EXERCISE OBJECTIVE>
The answer must consist of every line in the data below that holds the word "ready".

+--

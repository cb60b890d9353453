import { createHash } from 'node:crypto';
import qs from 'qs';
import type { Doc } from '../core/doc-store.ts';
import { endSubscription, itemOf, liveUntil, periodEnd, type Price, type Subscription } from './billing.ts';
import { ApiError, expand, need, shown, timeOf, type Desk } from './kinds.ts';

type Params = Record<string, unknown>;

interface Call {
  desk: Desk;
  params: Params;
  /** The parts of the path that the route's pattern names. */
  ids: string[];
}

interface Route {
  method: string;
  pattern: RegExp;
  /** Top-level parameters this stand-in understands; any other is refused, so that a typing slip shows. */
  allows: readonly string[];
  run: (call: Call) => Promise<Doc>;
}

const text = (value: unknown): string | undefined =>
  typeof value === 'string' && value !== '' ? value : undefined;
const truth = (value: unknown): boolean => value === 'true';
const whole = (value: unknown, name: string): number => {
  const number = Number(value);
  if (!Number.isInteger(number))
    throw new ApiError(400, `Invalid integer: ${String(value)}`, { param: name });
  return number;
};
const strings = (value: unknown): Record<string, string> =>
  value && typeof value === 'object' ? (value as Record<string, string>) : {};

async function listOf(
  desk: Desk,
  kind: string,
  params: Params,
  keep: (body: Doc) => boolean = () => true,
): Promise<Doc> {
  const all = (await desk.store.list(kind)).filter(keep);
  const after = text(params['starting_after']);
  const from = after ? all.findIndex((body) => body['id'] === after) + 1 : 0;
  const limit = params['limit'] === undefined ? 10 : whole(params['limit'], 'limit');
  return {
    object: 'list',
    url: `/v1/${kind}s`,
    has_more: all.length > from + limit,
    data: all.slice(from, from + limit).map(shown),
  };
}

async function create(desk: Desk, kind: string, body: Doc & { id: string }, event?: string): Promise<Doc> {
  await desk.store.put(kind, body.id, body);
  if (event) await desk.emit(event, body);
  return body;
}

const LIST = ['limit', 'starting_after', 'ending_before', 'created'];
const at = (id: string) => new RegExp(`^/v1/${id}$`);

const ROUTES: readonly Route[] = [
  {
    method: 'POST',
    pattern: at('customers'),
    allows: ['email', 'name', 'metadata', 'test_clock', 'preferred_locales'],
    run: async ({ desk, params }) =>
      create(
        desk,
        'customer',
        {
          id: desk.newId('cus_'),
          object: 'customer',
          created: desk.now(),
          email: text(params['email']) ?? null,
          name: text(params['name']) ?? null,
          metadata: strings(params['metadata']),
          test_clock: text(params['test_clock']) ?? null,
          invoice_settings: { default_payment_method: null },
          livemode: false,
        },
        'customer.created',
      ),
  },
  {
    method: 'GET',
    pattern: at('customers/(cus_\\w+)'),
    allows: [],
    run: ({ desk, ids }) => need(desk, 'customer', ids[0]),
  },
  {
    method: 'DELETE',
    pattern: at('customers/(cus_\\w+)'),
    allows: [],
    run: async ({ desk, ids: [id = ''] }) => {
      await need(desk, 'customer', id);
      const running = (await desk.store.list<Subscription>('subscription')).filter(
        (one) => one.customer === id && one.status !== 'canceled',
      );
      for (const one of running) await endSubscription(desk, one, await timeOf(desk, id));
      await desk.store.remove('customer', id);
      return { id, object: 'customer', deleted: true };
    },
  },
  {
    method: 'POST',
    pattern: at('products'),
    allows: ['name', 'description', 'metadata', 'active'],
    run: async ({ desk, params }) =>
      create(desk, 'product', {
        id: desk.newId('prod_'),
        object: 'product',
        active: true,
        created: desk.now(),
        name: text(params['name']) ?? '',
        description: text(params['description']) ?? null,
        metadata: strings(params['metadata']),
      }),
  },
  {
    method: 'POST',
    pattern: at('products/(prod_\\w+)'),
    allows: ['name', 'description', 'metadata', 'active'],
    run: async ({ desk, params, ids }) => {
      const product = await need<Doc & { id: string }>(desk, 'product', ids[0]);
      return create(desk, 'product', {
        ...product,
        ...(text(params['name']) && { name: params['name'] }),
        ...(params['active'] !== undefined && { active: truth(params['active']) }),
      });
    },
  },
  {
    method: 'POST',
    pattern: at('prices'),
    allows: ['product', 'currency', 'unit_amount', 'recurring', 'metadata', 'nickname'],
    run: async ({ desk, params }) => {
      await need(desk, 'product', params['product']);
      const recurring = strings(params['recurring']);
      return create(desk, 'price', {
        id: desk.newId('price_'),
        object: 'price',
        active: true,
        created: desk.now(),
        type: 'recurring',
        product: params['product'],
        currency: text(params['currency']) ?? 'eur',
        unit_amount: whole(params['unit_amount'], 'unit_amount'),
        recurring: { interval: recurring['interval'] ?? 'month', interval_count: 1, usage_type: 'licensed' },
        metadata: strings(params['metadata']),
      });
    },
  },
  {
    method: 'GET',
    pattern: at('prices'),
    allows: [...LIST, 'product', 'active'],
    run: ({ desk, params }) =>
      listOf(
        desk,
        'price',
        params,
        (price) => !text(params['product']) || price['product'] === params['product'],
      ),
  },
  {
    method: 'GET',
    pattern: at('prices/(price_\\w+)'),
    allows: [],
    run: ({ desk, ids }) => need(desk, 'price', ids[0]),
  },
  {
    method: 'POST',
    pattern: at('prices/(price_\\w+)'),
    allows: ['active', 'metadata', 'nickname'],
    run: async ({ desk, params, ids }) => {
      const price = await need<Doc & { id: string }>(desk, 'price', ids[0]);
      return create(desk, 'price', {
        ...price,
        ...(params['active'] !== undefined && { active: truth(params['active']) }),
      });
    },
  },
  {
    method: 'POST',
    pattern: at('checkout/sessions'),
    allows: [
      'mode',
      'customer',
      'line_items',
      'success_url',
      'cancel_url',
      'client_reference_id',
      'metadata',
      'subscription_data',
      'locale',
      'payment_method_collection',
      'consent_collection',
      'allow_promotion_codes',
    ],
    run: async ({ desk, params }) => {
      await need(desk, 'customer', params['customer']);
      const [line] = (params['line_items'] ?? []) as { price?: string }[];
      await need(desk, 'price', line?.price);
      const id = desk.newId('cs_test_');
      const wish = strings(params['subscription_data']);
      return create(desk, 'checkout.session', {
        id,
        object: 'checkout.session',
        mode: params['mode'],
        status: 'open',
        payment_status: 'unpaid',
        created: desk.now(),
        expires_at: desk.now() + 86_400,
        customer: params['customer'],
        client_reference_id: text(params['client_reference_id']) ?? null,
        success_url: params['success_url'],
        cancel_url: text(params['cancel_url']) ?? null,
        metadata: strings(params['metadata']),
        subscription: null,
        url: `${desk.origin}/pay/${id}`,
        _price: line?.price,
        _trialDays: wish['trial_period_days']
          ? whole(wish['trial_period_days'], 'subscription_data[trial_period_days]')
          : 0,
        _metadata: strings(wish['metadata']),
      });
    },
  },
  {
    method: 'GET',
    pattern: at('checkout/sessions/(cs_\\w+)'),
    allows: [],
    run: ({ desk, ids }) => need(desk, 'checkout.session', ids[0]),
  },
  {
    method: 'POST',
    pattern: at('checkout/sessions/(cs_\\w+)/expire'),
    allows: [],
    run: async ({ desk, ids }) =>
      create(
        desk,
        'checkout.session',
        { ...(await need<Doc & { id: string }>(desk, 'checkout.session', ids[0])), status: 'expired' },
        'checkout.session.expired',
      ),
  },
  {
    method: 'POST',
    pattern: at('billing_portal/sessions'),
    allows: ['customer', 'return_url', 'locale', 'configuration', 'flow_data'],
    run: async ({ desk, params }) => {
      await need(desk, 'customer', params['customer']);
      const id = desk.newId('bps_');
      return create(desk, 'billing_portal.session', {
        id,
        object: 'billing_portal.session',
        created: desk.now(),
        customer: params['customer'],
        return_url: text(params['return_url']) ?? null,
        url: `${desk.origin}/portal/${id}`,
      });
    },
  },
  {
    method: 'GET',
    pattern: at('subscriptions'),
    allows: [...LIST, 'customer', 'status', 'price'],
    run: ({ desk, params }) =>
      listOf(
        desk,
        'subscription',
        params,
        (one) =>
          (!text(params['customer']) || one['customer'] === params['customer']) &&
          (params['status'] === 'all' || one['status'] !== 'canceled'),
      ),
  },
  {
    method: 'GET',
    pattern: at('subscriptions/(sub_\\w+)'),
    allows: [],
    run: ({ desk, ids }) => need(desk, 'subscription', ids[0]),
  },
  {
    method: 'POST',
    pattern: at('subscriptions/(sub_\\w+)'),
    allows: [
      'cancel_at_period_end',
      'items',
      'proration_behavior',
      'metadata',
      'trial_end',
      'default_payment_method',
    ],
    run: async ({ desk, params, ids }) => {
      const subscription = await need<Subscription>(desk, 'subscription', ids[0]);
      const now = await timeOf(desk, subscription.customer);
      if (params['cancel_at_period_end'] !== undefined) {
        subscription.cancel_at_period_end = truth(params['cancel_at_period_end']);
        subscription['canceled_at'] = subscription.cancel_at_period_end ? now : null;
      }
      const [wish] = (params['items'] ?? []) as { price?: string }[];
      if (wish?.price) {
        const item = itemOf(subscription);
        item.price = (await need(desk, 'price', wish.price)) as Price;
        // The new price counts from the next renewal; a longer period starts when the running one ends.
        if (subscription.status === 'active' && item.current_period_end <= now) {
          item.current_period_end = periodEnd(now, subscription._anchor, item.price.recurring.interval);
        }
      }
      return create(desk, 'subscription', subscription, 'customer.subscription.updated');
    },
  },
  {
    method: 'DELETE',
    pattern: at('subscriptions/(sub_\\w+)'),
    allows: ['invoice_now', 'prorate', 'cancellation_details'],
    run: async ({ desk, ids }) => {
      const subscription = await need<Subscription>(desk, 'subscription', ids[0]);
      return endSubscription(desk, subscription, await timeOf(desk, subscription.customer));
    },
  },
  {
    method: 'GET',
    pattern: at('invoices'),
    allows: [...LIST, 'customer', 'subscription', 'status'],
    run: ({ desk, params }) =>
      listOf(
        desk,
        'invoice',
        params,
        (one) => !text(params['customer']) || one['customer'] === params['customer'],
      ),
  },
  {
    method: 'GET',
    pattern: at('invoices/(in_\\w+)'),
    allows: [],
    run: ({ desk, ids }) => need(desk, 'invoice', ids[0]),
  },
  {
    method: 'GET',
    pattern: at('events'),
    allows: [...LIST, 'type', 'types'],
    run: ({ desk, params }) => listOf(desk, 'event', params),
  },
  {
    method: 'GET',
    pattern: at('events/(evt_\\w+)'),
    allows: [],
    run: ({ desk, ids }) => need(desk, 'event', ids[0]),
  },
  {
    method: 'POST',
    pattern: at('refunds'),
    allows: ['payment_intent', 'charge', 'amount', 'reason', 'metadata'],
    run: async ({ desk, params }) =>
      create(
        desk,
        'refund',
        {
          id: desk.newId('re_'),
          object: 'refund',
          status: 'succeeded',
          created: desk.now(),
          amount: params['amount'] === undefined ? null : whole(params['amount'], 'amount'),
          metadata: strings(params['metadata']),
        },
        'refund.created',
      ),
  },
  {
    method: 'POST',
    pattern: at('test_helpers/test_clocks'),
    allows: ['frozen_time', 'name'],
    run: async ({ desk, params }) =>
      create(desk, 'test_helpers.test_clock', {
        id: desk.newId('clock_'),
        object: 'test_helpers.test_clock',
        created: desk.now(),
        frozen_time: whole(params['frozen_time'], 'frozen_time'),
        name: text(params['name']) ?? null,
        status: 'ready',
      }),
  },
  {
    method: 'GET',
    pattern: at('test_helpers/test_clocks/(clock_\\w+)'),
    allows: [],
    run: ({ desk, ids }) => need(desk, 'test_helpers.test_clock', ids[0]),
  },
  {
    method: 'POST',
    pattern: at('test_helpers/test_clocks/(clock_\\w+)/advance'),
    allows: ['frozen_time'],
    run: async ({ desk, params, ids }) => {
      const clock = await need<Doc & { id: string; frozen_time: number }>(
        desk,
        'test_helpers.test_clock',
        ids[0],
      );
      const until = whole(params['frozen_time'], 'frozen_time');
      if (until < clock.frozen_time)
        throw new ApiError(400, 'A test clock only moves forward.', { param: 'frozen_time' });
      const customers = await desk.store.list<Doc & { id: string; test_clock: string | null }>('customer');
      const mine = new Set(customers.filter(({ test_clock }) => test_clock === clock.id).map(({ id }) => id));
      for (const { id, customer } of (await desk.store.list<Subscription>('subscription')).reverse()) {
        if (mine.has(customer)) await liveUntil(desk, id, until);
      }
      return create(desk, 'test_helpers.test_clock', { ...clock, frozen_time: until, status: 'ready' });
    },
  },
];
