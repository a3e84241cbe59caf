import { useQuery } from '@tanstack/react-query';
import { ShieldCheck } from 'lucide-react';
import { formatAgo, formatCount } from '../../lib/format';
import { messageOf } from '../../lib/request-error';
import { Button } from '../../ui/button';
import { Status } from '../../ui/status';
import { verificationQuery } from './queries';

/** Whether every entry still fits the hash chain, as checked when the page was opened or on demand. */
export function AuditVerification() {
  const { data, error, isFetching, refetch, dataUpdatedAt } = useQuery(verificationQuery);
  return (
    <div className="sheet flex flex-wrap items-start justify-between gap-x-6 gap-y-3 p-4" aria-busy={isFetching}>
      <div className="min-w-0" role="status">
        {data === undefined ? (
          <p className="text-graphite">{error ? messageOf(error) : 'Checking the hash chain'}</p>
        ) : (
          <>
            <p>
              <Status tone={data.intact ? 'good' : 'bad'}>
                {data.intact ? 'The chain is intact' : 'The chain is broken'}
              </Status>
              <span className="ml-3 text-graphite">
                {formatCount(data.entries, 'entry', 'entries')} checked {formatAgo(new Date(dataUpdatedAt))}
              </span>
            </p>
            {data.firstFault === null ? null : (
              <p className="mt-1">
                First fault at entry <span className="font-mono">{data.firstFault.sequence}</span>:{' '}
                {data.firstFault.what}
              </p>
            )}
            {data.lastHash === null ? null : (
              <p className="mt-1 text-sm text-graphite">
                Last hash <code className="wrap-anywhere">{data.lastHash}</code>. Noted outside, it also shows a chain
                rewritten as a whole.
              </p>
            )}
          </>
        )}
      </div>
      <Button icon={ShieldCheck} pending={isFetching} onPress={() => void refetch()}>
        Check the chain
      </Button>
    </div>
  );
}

+--

WRITTEN REPLY>
        status: 'ready',
      return create(desk, 'test_helpers.test_clock', { ...clock, frozen_time: until, status: 'ready' });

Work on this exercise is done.